== Your objective ==
Report back every line of the entries that contains "league", exactly as written.

== Given records ==
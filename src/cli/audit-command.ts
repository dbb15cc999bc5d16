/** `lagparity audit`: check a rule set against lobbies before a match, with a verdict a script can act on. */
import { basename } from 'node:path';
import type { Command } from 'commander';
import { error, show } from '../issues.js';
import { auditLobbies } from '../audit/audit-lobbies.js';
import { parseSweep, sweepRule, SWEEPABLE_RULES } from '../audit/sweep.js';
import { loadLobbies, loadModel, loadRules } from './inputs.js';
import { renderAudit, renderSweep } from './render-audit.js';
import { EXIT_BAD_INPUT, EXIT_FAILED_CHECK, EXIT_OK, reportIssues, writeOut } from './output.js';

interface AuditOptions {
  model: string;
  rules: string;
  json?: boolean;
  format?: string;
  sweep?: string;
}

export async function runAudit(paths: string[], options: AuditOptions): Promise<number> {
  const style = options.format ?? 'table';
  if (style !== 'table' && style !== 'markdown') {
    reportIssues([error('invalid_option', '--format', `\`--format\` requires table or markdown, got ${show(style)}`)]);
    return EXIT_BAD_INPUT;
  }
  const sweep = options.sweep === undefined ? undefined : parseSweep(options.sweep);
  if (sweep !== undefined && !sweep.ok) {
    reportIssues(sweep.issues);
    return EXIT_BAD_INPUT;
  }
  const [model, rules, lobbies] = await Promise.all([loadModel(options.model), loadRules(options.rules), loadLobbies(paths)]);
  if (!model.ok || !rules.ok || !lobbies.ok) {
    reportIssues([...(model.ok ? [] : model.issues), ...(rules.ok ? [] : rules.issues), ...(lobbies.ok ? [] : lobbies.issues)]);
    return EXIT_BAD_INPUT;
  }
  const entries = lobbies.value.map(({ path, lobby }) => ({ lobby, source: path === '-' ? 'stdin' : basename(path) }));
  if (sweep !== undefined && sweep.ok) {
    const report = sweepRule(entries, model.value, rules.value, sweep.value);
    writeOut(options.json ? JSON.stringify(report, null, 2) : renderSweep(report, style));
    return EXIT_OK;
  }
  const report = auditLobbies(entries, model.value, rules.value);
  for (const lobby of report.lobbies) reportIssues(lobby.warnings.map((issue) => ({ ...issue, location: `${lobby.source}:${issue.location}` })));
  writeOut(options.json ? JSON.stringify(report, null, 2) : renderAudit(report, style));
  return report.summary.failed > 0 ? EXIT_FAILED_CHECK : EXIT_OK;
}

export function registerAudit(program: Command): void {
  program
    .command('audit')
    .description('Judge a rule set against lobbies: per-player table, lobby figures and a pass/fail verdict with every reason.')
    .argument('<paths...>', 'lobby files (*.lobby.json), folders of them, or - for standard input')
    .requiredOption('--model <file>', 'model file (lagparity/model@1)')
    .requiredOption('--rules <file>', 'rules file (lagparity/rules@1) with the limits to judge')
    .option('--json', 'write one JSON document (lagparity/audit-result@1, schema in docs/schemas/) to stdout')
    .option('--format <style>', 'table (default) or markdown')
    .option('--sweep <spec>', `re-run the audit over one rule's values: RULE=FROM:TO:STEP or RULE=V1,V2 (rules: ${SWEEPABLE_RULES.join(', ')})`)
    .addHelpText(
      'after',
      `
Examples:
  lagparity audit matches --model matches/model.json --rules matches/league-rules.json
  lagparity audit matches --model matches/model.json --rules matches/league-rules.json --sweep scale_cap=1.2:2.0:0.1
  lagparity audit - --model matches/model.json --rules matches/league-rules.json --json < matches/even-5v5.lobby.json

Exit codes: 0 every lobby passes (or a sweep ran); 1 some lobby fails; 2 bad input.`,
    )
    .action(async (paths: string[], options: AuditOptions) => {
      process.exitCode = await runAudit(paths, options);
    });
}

== Solution to this task ==
  lagparity audit matches --model matches/model.json --rules matches/league-rules.json
  lagparity audit matches --model matches/model.json --rules matches/league-rules.json --sweep scale_cap=1.2:2.0:0.1
  lagparity audit - --model matches/model.json --rules matches/league-rules.json --json < matches/even-5v5.lobby.json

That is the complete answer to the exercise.